Benjamin Stora, interviewé sur les ondes de la radio nationale hier, a répondu à une question sur la prochaine visite de Abdelmadjid Tebboune en France. Il a déclaré qu’il s’agissait d’«une nouvelle occasion pour la France de reconnaître son passé colonial» ainsi que les «massacres» commis durant cette période. Il a souligné l’importance de regarder vers l’avenir.
Stora a insisté sur la nécessité d’engager des efforts, particulièrement du côté français, pour atteindre une réconciliation mémorielle. Il qualifie cette étape d’essentielle pour établir des relations stables et saines entre les deux pays. Selon lui, l’Algérie, en tant que grand pays, offre un terrain propice à l’essor de partenariats significatifs et représente un acteur incontournable à l’échelle africaine.
Sur les aspects techniques, Benjamin Stora a expliqué que les deux parties s’attelleront à établir une chronologie précise des massacres, des déplacements de populations et des dépossessions foncières. Ces événements ont laissé place à une colonisation de peuplement, entraînant une déstructuration de la société algérienne.
Stora insiste sur l’impératif de se pencher sur les origines de la colonisation. « Si l’on ne se confronte pas à l’origine de la conquête coloniale, nous serons incapables de saisir les événements ayant marqué la fin de cette période coloniale. » Il souligne la nécessité d’identifier les personnages historiques importants, d’élaborer des biographies, de localiser les lieux des grandes batailles et des massacres. Il insiste aussi sur l’importance de faire l’inventaire des archives autour de toutes ces questions.
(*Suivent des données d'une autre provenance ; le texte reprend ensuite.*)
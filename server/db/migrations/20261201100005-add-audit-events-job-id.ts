import { DataTypes, type QueryInterface } from "sequelize";

/** Events that concern a job (the job itself, its roof, later its quotes) carry its id for the job's log. */
export async function up(qi: QueryInterface) {
  await qi.addColumn("audit_events", "job_id", { type: DataTypes.INTEGER.UNSIGNED, allowNull: true });
  await qi.addIndex("audit_events", ["company_id", "job_id", "created_at"], { name: "audit_events_job_time" });
}

export async function down(qi: QueryInterface) {
  await qi.removeIndex("audit_events", "audit_events_job_time");
  await qi.removeColumn("audit_events", "job_id");
}
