import { DataTypes, type QueryInterface } from "sequelize";
import { CATALOG_CATEGORIES, UNITS } from "../../../shared/schemas/price-book";

export async function up(qi: QueryInterface) {
  await qi.createTable("catalog_items", {
    id: { type: DataTypes.INTEGER.UNSIGNED, autoIncrement: true, primaryKey: true },
    company_id: {
      type: DataTypes.INTEGER.UNSIGNED,
      allowNull: false,
      references: { model: "companies", key: "id" },
      onDelete: "CASCADE",
    },
    sku: { type: DataTypes.STRING(40), allowNull: false },
    category: { type: DataTypes.ENUM(...CATALOG_CATEGORIES), allowNull: false },
    name: { type: DataTypes.STRING(200), allowNull: false },
    purchase_unit: { type: DataTypes.ENUM(...UNITS), allowNull: false },
    /** Coverage units per purchase unit (ft² per roll, LF per piece, pieces per box). */
    pack_coverage: { type: DataTypes.DECIMAL(14, 4), allowNull: false },
    coverage_unit: { type: DataTypes.ENUM(...UNITS), allowNull: false },
    unit_cost_cents: { type: DataTypes.INTEGER.UNSIGNED, allowNull: false },
    waste_pct: { type: DataTypes.DECIMAL(5, 2), allowNull: true },
    material_key: { type: DataTypes.STRING(40), allowNull: true },
    attributes: { type: DataTypes.JSON, allowNull: false },
    active: { type: DataTypes.BOOLEAN, allowNull: false, defaultValue: true },
    version: { type: DataTypes.INTEGER.UNSIGNED, allowNull: false, defaultValue: 1 },
    created_at: { type: DataTypes.DATE, allowNull: false },
    updated_at: { type: DataTypes.DATE, allowNull: false },
  });
  await qi.addIndex("catalog_items", ["company_id", "sku"], { unique: true, name: "catalog_items_company_sku" });
  await qi.addIndex("catalog_items", ["company_id", "active", "category"], { name: "catalog_items_company_active" });
  // One active item per material key and company: the key is copied into a generated column only while
  // the item is active, and NULLs do not collide in a unique index.
  await qi.sequelize.query(
    "ALTER TABLE catalog_items ADD COLUMN active_material_key VARCHAR(40) AS (IF(active, material_key, NULL)) PERSISTENT",
  );
  await qi.addIndex("catalog_items", ["company_id", "active_material_key"], {
    unique: true,
    name: "catalog_items_company_active_key",
  });
}

export async function down(qi: QueryInterface) {
  await qi.dropTable("catalog_items");
}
La question des archives à l’ordre du jour
L’historien a détaillé qu’environ deux millions de documents d’archives relatifs à cette période ont été numérisés en France. Les discussions portent principalement sur la restitution des archives authentiques, notamment celles liées à l’émir Abdelkader. Cela inclut ses biens personnels tels que ses épées, son burnous, ses écrits religieux et son exemplaire du Coran.
Benjamin Stora a exprimé son avis d’historien, soulignant que c’est au président français de trancher cette question. Concernant la restitution des documents originaux, Stora a expliqué que cette démarche nécessite l’adoption d’une loi en France. « Je sais qu’une loi est en cours de préparation, concernant un ensemble de documents et d’objets. Cette loi ne se limitera pas à l’Algérie, mais concernera également d’autres pays africains. »
Il ajoute qu’« en attendant l’adoption de cette loi, je suggère que des gestes soient accomplis, notamment en ce qui concerne la figure de l’émir Abdelkader ». Stora a aussi demandé la restitution de divers traités, tels que celui de la Tafna et le traité Desmichels, ainsi que la bibliothèque de l’émir Abdelkader, qui comptait environ 3000 volumes.
L’approche Stora pour la reconnaissance
En revenant sur les recommandations de son rapport de 167 pages remis au président Emmanuel Macron, Stora a évoqué un travail visant des objectifs clairs et tangibles. Il a notamment mentionné la reconnaissance des assassinats de Maurice Audin et de Boumendjel. « J’ai formulé des demandes très concrètes. Je ne me suis pas contenté de généralités », a-t-il déclaré.
Il a aussi posé des questions sur les circonstances entourant l’assassinat de Larbi Ben M’hidi et sur le nombre de personnes disparues. Stora insiste sur la nécessité d’un travail rigoureux pour avancer vers une véritable réconciliation entre la France et l’Algérie.
La commission mixte des historiens algériens et français continue de travailler pour une meilleure compréhension mutuelle et une réconciliation des mémoires. Les discussions à Alger marquent une étape importante dans ce processus complexe mais essentiel pour les relations futures entre les deux nations.